PSI was launched by Cassel in conjunction with Gina McCarthy—currently President Biden’s national climate advisor—to address the country’s exploding waste problems. The Institute’s recent victory in Maine was by far their biggest win yet.

How the new law will work is corporate giants such as Amazon, Nestle and Proctor & Gamble will be required to track the amount of packaging they send to the state and then will pay a fee to cover the cost of the waste their companies produce. Those fees will then be distributed to Maine cities and towns to cover waste management costs. The new law will not affect small businesses.

Laws such as these have been in effect in other parts of the world for years and have resulted in significantly higher rates of recycling, especially in the EU, as companies develop new packaging to avoid costly recycling fees. That shift to environmentally friendly cartons and containers is the hoped-for outcome with this new law.

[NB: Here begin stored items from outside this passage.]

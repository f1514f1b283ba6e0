"""Coverage of the cue-importance intervals from all 1,000 resamples and from the first 250.

Large panels (more than ``policy.fit.IMPORTANCE_FULL_UP_TO`` raters) get their importance
intervals from the first ``IMPORTANCE_REDUCED_RESAMPLES`` of the same resamples; this checks
that the BCa interval of a share still covers as the full one does. Planted truth as in
``tests/unit/test_policy_coverage.py``: independent standard-normal cues, weights
.5/.4/.3/.2/.1, population R_s = .80, so cue j's true share of R^2 is
``beta_j^2 / sum(beta^2)``; raters in blocks of 25 reading the same cases.

    PYTHONPATH=. python benchmarks/bench_importance_resamples.py [n_raters] [n_cases]
"""

from __future__ import annotations

import sys
import time

import numpy as np

from calibrate.policy.fit import fit_policies
from tests.policy_panels import independent_cue_panel

BETA = np.array([0.5, 0.4, 0.3, 0.2, 0.1])
TRUE_R = 0.8


def coverage(policies, truth) -> tuple[float, float]:
    """(share of (rater, cue) intervals covering the truth, mean interval width)."""
    lo = np.array([[p.importance_ci[c][0] for c in policies.cues] for p in policies.raters])
    hi = np.array([[p.importance_ci[c][1] for c in policies.cues] for p in policies.raters])
    return float(np.mean((lo <= truth) & (truth <= hi))), float(np.mean(hi - lo))


def main(n_raters: int = 500, n_cases: int = 80) -> None:
    noise_sd = float(np.sqrt(BETA @ BETA * (1 / TRUE_R**2 - 1)))
    design, first = independent_cue_panel(17, n_designs=n_raters // 25, raters_per_design=25,
                                          n_cases=n_cases, beta=BETA, noise_sd=noise_sd)
    truth = BETA**2 / (BETA @ BETA)
    for n_boot in (1000, 250):
        start = time.process_time()
        # the same seed: the 250 are the first 250 of the 1,000 (the reduced form's draws)
        fitted = fit_policies(design, first, scale="continuous", n_boot=n_boot, rng=1)
        share, width = coverage(fitted, truth)
        print(f"{n_raters} raters x {n_cases} cases, {n_boot:5d} resamples: importance share "
              f"intervals cover {share:.1%} ({len(fitted.raters) * truth.size} intervals), "
              f"mean width {width:.3f}; {time.process_time() - start:.1f} s CPU", flush=True)


if __name__ == "__main__":
    main(*(int(a) for a in sys.argv[1:3]))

Not surprisingly, it is expected that Big Food lobbyists will fight the new laws, claiming these extra costs will eventually be passed on to the consumer. But it’s difficult to ignore the momentum that is building to combat the skyrocketing costs of waste management for cities and towns, not only in the U.S. but around the world.

As Massachusetts State Representative Michael Day stated in the Boston Globe article, “If you’re producing this cheap non-recyclable stuff, we’re not going to foot the bill.”